Collected data
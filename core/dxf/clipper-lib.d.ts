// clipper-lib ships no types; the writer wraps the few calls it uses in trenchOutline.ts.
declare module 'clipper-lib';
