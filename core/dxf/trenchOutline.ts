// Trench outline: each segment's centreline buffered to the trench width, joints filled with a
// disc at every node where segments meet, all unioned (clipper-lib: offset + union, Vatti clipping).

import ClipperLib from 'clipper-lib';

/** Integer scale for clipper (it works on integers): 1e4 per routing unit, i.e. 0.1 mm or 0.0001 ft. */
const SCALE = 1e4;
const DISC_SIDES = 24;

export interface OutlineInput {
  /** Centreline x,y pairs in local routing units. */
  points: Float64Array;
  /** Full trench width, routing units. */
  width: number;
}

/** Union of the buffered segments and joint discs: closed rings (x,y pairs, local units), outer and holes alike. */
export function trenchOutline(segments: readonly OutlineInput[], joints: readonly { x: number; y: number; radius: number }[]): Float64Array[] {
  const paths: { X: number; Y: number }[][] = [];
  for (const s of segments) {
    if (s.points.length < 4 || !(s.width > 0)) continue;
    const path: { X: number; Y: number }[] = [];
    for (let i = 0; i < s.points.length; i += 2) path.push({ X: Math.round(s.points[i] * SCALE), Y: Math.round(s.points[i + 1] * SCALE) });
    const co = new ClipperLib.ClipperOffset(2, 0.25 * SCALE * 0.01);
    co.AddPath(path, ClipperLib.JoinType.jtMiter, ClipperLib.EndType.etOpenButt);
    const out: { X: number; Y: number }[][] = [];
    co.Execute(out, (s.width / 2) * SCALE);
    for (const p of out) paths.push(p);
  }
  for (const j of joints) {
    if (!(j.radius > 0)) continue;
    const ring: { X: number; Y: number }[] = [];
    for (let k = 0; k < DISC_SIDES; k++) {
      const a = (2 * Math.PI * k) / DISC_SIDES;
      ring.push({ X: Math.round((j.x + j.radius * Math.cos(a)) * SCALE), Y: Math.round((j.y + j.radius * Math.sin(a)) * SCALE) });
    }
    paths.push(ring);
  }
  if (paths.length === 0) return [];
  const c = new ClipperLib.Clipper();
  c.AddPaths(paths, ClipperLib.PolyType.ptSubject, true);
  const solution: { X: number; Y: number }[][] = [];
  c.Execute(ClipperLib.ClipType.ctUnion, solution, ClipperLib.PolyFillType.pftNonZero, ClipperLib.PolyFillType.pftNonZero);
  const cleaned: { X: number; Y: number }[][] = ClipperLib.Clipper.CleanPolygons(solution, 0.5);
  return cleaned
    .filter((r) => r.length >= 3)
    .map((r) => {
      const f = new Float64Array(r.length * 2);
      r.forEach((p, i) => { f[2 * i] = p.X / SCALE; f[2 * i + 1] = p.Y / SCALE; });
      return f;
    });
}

...

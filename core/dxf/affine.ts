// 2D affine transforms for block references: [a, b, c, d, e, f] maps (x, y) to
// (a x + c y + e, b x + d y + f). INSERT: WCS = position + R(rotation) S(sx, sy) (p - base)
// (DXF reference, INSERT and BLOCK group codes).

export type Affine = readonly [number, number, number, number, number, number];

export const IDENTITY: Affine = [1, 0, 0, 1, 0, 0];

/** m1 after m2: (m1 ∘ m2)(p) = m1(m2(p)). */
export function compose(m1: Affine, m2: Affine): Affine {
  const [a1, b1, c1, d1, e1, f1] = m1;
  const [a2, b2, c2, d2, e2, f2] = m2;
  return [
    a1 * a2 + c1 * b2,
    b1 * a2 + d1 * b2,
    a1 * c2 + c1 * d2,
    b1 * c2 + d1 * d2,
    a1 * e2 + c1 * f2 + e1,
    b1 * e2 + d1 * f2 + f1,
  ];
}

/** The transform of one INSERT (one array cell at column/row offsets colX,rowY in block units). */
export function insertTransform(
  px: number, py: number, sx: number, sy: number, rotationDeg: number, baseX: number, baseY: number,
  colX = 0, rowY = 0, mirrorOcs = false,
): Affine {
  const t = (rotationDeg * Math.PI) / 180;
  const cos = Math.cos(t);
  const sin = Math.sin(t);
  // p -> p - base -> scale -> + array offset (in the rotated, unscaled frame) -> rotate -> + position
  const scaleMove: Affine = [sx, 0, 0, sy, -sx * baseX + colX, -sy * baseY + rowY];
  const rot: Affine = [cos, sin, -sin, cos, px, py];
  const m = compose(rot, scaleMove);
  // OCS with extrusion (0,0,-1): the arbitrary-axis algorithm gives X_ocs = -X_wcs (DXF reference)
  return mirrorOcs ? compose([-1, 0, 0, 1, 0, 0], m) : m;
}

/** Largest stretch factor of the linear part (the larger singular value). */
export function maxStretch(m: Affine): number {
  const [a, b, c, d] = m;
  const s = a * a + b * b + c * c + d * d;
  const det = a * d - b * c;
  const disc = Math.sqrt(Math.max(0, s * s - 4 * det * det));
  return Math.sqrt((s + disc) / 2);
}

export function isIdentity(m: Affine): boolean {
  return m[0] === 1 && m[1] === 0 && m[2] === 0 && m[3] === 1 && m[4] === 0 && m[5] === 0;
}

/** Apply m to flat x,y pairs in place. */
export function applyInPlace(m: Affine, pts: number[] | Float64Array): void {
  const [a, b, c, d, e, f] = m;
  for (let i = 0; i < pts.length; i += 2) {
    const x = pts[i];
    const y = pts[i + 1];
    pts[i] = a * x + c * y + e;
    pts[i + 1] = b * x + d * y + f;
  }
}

_What is needed:_
Copy out all lines from the records where the word "Execute" appears.

_Answer section:_
    co.Execute(out, (s.width / 2) * SCALE);
  c.Execute(ClipperLib.ClipType.ctUnion, solution, ClipperLib.PolyFillType.pftNonZero, ClipperLib.PolyFillType.pftNonZero);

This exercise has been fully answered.